DATA TO EXAMINE Start Marker

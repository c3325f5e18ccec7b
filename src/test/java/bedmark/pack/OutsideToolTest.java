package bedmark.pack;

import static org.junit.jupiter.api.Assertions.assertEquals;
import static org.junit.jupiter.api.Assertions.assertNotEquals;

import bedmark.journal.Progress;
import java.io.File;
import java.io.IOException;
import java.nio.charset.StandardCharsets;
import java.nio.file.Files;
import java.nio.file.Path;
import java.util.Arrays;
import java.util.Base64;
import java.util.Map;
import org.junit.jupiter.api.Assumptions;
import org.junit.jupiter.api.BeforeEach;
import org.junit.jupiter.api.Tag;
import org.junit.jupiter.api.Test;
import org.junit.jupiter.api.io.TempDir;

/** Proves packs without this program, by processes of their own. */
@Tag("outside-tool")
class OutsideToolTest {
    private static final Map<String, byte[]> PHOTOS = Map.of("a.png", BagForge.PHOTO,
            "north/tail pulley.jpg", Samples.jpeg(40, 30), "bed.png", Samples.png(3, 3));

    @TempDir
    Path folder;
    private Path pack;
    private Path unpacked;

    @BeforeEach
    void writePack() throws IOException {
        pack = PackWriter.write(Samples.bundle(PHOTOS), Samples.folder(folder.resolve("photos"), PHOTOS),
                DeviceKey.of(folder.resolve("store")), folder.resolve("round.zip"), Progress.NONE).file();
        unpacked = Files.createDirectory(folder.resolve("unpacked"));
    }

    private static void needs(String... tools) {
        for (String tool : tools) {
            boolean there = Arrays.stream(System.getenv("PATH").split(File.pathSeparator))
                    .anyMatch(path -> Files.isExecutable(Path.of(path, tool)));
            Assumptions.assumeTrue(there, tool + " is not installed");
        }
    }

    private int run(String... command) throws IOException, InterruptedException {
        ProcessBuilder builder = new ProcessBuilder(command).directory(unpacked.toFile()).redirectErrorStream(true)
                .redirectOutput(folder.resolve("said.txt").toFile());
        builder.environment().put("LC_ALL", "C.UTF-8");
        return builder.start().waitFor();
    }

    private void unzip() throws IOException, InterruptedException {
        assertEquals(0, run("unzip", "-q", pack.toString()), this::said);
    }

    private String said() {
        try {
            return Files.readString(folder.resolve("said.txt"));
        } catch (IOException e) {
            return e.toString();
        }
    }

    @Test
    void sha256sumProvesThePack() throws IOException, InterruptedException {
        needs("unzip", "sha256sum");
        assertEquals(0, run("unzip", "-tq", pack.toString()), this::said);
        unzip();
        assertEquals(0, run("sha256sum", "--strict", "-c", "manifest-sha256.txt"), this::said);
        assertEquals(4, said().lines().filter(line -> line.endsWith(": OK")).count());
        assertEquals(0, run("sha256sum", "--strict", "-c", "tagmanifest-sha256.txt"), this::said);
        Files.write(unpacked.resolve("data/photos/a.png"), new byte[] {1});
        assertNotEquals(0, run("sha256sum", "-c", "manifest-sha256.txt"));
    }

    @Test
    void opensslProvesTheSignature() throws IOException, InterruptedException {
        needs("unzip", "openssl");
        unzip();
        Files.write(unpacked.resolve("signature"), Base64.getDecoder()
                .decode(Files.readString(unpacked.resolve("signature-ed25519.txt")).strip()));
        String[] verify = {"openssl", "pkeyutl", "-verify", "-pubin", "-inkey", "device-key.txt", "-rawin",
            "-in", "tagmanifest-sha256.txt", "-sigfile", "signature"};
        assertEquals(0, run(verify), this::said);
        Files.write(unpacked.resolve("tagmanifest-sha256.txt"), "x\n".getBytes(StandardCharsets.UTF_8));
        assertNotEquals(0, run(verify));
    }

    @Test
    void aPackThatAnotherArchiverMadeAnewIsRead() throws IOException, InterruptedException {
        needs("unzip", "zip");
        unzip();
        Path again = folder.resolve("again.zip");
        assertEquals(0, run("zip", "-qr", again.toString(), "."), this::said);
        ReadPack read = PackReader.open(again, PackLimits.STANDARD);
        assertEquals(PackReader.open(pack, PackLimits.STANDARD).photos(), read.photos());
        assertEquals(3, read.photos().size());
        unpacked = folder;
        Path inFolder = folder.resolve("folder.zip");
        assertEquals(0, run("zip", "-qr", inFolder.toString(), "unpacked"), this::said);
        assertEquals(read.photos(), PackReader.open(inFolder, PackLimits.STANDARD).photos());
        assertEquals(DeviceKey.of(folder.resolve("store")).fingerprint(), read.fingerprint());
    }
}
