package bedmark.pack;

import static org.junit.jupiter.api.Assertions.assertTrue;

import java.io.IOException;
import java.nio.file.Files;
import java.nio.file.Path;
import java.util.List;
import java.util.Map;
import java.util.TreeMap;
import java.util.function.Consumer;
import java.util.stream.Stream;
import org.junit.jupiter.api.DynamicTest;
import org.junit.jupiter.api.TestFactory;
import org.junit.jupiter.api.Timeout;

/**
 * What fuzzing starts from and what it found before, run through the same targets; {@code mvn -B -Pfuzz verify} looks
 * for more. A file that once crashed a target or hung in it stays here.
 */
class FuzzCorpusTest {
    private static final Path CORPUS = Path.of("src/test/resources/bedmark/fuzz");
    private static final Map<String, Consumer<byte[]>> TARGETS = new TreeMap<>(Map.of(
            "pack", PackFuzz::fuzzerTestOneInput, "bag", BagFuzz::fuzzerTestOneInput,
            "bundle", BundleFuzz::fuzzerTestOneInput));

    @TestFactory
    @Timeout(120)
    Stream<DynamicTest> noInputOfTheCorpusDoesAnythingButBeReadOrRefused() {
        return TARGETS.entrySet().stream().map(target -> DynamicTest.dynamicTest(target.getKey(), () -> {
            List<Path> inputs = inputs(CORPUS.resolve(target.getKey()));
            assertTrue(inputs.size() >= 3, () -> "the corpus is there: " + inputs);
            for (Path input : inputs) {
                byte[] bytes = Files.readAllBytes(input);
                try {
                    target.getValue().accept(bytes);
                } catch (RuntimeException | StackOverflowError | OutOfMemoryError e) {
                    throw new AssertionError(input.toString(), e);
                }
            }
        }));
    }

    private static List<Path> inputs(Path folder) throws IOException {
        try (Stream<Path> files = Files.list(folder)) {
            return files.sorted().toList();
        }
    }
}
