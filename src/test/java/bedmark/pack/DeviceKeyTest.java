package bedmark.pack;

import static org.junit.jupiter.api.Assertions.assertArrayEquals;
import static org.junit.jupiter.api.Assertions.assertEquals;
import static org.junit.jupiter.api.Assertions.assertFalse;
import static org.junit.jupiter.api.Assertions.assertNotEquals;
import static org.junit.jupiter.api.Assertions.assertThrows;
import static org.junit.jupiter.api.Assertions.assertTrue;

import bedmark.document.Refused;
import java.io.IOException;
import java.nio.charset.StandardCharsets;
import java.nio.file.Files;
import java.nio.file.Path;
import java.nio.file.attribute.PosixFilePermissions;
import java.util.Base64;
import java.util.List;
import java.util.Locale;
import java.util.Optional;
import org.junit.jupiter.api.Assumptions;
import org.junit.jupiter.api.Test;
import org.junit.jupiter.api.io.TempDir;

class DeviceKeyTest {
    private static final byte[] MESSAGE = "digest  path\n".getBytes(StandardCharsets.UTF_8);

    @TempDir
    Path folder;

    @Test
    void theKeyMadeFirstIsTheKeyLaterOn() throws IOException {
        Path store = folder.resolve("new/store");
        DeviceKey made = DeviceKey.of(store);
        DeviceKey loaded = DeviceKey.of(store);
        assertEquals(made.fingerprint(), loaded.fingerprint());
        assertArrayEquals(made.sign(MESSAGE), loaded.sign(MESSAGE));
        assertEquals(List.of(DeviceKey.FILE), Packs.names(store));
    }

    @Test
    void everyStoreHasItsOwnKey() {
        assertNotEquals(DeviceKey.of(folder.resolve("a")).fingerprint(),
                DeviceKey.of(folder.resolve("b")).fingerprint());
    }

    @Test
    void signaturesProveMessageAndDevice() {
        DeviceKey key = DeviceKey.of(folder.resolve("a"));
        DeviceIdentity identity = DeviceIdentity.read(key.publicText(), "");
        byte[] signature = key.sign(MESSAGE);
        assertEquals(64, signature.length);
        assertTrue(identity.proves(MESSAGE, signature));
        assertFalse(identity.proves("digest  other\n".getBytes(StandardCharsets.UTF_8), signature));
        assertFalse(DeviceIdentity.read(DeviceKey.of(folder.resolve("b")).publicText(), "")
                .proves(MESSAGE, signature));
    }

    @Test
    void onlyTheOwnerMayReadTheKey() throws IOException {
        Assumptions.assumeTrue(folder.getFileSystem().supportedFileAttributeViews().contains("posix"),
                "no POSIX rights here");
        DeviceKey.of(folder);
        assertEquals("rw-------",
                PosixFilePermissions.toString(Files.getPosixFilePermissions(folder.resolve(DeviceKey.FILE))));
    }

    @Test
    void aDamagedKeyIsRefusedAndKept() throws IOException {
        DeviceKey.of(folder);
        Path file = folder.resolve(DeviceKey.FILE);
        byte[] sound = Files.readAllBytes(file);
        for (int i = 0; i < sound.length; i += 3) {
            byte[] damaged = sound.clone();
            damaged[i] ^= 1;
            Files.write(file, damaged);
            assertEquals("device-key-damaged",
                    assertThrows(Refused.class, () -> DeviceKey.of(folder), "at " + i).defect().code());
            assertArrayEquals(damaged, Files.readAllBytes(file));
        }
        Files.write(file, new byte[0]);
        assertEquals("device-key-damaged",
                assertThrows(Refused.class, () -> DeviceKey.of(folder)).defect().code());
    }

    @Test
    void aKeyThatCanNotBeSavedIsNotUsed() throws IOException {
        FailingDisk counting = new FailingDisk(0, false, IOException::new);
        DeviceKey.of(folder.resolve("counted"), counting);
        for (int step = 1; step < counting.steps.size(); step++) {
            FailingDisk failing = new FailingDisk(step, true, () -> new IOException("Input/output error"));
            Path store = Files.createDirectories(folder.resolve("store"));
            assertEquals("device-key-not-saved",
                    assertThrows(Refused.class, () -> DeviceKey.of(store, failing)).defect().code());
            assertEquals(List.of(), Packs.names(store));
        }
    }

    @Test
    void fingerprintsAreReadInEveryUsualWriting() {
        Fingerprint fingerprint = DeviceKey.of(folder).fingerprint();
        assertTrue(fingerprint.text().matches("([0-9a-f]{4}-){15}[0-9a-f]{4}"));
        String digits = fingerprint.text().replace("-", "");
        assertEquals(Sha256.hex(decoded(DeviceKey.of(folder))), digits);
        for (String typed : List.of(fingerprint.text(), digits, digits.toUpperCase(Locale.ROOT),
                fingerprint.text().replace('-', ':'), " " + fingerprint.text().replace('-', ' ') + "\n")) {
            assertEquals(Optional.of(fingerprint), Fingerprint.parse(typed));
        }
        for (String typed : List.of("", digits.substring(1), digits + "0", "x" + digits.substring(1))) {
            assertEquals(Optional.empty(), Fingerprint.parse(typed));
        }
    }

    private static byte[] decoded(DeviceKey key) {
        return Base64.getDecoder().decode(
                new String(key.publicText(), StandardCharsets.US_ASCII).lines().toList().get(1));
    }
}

DATA TO EXAMINE End Marker
DATA TO EXAMINE Start Marker

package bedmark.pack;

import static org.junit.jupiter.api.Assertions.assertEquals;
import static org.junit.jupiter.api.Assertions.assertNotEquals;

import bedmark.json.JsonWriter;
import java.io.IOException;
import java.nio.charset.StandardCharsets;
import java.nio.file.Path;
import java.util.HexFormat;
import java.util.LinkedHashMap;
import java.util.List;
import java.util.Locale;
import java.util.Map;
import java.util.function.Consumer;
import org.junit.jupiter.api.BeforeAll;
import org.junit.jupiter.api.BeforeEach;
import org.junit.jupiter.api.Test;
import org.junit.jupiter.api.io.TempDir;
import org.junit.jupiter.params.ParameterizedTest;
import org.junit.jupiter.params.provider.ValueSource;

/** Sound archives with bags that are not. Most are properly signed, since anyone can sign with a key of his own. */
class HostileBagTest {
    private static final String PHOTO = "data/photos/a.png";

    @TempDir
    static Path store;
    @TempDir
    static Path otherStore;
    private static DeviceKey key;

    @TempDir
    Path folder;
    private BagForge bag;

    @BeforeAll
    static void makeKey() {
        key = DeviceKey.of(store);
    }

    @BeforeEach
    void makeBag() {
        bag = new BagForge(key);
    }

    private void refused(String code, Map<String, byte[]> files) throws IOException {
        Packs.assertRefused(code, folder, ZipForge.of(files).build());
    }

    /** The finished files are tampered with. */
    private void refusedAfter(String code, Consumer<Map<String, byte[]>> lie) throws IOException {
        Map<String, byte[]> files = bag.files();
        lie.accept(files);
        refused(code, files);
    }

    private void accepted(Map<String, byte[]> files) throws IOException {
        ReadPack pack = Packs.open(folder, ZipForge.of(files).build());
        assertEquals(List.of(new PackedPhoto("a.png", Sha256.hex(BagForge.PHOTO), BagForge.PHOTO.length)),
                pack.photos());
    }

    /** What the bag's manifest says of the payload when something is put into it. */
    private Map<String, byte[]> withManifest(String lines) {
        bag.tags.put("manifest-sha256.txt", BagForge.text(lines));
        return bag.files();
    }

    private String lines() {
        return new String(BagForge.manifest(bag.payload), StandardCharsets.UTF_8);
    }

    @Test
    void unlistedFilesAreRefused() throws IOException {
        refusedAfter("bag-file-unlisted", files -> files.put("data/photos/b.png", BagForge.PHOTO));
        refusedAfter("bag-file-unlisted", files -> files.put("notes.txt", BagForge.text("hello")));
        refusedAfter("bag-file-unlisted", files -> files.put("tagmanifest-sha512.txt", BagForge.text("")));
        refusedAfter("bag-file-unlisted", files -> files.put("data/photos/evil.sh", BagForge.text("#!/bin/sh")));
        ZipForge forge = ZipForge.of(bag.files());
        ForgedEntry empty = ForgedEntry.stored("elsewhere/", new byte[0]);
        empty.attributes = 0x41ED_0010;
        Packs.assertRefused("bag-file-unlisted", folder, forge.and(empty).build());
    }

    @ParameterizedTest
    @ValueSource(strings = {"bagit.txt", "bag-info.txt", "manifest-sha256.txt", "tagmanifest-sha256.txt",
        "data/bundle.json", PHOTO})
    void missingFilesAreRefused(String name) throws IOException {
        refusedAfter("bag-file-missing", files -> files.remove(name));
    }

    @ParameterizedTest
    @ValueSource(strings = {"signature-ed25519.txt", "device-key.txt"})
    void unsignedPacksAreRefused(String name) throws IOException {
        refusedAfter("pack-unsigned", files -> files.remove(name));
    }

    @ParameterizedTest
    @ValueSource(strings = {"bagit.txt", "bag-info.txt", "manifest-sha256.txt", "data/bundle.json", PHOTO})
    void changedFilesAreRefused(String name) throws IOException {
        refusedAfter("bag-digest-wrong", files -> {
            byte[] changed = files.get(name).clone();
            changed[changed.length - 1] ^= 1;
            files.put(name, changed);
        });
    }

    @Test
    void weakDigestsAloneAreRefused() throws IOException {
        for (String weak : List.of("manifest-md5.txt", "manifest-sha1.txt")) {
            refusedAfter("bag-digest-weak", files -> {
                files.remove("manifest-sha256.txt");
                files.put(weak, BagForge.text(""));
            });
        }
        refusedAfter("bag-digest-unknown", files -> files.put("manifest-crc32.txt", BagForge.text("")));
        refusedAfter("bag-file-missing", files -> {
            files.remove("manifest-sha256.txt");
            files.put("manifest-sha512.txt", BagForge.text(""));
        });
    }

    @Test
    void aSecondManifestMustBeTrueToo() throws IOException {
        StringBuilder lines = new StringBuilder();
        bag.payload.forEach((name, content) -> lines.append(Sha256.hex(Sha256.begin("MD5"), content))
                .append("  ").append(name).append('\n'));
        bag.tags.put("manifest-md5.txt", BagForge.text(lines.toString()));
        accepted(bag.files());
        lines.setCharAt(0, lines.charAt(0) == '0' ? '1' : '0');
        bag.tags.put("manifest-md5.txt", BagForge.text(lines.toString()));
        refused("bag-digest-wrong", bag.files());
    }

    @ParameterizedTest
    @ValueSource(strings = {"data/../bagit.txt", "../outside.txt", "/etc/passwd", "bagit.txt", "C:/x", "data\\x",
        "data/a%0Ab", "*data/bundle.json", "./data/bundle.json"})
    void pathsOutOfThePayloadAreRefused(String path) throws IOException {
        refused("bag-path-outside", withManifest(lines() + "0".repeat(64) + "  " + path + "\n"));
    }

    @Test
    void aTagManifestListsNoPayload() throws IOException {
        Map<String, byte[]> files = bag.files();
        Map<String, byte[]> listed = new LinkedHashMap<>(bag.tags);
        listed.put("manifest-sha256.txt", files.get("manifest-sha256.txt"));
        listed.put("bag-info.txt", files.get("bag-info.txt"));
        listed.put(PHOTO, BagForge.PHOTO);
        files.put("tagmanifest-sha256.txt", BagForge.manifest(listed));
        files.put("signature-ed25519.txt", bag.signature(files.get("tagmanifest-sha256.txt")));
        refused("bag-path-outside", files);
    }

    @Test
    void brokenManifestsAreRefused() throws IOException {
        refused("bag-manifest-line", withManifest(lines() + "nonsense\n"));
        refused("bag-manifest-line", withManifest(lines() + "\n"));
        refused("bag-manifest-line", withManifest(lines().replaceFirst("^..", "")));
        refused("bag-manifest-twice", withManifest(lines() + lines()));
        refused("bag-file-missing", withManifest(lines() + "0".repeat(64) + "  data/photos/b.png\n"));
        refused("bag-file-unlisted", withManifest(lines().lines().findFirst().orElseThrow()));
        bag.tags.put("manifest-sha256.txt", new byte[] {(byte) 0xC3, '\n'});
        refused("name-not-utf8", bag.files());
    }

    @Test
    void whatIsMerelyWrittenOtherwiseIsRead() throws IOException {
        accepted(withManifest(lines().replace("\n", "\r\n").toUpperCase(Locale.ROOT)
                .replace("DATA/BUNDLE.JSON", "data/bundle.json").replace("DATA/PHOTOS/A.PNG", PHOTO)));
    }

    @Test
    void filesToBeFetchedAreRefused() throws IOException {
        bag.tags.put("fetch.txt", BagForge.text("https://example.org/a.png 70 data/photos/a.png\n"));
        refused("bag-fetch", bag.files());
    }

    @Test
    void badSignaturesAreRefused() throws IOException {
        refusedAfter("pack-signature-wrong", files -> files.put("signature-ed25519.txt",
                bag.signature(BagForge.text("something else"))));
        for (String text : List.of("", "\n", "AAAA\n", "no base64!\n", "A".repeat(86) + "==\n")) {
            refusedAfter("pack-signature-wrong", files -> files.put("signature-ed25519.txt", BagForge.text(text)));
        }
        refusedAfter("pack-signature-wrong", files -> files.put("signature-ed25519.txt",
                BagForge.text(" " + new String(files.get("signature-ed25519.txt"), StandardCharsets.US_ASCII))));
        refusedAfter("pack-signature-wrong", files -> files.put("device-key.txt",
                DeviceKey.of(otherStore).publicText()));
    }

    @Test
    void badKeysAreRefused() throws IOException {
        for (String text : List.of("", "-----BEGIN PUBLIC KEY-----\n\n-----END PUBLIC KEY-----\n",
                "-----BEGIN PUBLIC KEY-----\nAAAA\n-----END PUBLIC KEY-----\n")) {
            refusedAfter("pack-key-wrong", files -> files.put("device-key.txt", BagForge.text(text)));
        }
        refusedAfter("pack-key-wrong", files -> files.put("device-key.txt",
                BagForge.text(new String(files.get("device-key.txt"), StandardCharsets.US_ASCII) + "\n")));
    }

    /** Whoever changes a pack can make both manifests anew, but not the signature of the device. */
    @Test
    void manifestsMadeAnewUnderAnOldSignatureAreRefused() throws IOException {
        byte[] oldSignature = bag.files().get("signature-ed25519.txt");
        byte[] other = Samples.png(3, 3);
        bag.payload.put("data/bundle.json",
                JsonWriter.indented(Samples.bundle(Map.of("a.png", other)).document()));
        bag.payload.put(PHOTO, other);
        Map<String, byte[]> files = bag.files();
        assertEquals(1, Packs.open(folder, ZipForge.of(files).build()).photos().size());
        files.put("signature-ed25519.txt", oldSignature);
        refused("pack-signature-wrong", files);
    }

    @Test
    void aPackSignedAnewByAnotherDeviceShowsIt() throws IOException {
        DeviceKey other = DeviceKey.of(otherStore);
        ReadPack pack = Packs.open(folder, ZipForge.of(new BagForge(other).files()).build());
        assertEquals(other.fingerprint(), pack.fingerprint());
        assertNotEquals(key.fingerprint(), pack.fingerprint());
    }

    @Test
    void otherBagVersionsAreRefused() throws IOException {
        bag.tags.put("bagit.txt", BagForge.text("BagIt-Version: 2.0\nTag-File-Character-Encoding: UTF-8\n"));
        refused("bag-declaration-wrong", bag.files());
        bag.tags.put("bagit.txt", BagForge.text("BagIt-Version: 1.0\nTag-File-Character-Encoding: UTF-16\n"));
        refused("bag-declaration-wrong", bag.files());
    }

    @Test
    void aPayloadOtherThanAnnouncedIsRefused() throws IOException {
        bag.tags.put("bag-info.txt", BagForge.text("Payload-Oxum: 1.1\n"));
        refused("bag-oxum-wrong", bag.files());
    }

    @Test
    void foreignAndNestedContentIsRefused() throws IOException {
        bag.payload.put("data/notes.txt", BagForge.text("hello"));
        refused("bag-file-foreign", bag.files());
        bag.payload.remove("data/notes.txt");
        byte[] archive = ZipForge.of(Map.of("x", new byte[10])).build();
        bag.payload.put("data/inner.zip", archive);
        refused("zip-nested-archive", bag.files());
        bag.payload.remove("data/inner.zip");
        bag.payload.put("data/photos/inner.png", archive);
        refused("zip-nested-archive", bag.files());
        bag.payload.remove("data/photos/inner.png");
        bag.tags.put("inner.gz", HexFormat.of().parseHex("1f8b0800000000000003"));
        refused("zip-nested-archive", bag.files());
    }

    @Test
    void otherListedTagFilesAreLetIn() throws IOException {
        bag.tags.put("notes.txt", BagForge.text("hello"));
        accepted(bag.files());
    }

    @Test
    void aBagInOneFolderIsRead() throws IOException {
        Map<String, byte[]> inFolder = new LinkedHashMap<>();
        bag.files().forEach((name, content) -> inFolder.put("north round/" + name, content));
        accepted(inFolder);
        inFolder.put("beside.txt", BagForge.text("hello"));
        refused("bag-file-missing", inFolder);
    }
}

DATA TO EXAMINE End Marker
DATA TO EXAMINE Start Marker

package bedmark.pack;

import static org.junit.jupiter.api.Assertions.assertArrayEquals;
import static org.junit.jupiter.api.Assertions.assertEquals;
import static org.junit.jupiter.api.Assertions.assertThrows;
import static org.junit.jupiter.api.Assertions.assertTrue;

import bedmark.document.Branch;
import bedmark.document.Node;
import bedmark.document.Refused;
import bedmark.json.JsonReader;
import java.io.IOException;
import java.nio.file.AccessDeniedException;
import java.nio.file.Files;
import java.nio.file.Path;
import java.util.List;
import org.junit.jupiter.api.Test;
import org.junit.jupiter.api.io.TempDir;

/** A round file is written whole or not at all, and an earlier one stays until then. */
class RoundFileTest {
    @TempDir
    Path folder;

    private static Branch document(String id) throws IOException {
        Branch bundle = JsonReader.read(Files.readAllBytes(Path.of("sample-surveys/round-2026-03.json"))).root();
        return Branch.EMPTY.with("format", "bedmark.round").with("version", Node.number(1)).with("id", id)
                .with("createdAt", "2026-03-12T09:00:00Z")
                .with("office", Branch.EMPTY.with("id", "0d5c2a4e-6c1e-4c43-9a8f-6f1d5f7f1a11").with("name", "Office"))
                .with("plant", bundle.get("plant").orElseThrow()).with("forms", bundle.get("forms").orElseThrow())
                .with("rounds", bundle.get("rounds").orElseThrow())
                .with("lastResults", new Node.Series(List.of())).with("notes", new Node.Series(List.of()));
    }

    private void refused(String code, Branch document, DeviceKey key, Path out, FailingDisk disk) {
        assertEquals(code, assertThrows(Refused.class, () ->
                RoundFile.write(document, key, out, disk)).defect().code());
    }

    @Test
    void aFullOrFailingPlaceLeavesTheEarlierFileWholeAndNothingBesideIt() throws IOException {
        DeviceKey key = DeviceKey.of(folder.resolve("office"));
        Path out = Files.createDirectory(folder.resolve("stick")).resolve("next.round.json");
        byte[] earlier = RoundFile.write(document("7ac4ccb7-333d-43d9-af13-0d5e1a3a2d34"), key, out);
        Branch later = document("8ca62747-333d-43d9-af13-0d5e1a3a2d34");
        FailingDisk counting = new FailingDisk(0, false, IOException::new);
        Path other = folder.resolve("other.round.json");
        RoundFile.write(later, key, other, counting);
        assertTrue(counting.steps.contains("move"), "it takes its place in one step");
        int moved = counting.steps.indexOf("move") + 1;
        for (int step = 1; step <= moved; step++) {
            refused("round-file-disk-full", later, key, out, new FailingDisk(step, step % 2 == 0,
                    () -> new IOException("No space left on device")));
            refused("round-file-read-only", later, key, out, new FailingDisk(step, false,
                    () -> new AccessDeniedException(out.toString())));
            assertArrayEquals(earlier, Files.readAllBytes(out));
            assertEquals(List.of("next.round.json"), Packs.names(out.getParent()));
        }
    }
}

DATA TO EXAMINE End Marker

_BRIEF:_ Please give an exact copy of the entries above, from the line with "private void refusedAfter(String" down to the line with "ZipForge forge = ZipForge.of(bag.files());", inclusive, and nothing else.

_FINAL ANSWER:_
    private void refusedAfter(String code, Consumer<Map<String, byte[]>> lie) throws IOException {
        Map<String, byte[]> files = bag.files();
        lie.accept(files);
        refused(code, files);
    }

    private void accepted(Map<String, byte[]> files) throws IOException {
        ReadPack pack = Packs.open(folder, ZipForge.of(files).build());
        assertEquals(List.of(new PackedPhoto("a.png", Sha256.hex(BagForge.PHOTO), BagForge.PHOTO.length)),
                pack.photos());
    }

    /** What the bag's manifest says of the payload when something is put into it. */
    private Map<String, byte[]> withManifest(String lines) {
        bag.tags.put("manifest-sha256.txt", BagForge.text(lines));
        return bag.files();
    }

    private String lines() {
        return new String(BagForge.manifest(bag.payload), StandardCharsets.UTF_8);
    }

    @Test
    void unlistedFilesAreRefused() throws IOException {
        refusedAfter("bag-file-unlisted", files -> files.put("data/photos/b.png", BagForge.PHOTO));
        refusedAfter("bag-file-unlisted", files -> files.put("notes.txt", BagForge.text("hello")));
        refusedAfter("bag-file-unlisted", files -> files.put("tagmanifest-sha512.txt", BagForge.text("")));
        refusedAfter("bag-file-unlisted", files -> files.put("data/photos/evil.sh", BagForge.text("#!/bin/sh")));
        ZipForge forge = ZipForge.of(bag.files());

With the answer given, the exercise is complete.